--- Task ---
Everything from the line containing "epiYear: number;" through the line containing "asOf: string;" in the listing below should be copied exactly, and nothing more.

--- Material supplied ---
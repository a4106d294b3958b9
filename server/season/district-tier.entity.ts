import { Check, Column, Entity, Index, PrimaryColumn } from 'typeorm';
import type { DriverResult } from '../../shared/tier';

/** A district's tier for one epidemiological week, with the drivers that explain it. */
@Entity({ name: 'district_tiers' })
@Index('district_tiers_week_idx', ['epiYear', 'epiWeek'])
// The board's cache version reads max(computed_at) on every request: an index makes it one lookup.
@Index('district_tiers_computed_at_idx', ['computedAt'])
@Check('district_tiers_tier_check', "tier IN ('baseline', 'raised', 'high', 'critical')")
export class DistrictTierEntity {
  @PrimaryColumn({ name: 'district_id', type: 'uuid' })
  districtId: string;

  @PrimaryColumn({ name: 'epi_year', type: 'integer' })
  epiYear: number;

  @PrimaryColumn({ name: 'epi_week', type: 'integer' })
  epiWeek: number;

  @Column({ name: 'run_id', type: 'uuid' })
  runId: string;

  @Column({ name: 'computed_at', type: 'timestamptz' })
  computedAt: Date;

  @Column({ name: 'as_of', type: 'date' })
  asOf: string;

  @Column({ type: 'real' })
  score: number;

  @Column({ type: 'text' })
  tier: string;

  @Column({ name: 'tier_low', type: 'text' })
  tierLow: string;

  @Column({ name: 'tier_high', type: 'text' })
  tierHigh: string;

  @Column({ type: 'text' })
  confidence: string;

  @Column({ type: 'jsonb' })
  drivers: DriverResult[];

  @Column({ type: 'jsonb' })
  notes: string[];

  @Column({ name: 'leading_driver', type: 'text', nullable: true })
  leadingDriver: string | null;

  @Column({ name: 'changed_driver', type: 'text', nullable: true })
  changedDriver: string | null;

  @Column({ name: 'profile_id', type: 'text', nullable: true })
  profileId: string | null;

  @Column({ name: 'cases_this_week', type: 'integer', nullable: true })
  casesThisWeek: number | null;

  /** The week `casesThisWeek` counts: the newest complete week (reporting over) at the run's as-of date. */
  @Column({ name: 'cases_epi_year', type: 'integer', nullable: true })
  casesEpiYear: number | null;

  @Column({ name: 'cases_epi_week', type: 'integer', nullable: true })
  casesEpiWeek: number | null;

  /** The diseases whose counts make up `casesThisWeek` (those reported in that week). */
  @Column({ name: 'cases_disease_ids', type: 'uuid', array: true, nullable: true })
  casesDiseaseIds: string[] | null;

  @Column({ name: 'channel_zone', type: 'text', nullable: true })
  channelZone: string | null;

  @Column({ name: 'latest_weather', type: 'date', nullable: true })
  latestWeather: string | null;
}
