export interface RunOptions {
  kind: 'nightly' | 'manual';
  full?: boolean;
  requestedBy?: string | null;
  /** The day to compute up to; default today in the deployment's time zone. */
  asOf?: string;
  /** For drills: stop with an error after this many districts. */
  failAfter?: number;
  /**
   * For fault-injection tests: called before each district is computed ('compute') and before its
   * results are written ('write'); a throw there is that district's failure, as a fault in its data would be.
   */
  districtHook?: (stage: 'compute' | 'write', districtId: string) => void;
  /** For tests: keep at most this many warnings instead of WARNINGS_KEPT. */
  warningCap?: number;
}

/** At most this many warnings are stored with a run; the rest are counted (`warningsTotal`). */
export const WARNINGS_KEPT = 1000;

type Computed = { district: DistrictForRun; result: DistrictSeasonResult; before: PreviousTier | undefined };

--

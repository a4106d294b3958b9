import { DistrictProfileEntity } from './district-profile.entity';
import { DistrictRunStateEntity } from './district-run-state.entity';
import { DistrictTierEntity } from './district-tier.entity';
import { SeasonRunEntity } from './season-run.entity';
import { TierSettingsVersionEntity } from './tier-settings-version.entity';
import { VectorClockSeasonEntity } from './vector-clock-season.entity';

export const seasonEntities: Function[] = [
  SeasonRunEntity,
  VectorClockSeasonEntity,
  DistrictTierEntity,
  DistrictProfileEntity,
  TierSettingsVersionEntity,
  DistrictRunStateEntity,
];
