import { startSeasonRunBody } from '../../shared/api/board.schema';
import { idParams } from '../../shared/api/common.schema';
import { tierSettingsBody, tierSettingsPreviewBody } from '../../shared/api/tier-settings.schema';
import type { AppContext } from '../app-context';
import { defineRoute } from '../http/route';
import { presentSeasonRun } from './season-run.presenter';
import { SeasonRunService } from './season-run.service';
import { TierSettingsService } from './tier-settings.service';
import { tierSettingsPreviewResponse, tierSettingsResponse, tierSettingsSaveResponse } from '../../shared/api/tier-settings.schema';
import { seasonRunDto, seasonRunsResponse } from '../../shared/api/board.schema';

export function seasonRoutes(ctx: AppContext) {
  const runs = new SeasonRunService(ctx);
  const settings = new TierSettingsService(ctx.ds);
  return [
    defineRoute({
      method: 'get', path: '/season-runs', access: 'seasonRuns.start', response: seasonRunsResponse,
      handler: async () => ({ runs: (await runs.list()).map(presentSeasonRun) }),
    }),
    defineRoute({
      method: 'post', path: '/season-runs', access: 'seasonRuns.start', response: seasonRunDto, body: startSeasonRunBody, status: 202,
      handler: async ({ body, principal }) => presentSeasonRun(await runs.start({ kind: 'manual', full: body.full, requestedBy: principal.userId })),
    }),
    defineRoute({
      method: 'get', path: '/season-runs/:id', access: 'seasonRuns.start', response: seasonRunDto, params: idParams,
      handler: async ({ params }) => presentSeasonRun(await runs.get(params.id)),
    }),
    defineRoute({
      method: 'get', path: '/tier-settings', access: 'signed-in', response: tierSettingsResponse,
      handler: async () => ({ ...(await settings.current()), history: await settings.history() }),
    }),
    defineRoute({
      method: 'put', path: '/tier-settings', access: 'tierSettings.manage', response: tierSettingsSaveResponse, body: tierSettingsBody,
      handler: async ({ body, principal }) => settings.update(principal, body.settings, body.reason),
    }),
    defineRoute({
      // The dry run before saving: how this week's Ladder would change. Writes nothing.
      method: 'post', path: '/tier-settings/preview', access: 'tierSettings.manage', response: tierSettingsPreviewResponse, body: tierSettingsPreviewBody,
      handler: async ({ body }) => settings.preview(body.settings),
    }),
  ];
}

...

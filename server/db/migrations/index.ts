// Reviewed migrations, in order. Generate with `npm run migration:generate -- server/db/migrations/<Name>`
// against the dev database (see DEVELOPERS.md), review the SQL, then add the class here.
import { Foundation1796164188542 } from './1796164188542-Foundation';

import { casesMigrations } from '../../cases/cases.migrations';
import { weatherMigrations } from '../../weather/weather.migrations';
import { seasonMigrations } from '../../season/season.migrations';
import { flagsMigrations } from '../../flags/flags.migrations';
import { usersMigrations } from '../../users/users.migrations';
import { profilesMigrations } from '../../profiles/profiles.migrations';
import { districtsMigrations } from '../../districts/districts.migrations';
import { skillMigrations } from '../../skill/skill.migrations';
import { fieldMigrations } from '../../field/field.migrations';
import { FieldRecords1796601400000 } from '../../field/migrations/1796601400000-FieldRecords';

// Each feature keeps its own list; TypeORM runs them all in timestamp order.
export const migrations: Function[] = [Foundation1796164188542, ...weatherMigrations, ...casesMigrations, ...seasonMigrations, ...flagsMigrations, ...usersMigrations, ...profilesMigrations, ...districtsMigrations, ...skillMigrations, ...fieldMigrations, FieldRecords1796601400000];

--- Output of the exercise ---
  epiYear: number;

  @PrimaryColumn({ name: 'epi_week', type: 'integer' })
  epiWeek: number;

  @Column({ name: 'run_id', type: 'uuid' })
  runId: string;

  @Column({ name: 'computed_at', type: 'timestamptz' })
  computedAt: Date;

  @Column({ name: 'as_of', type: 'date' })
  asOf: string;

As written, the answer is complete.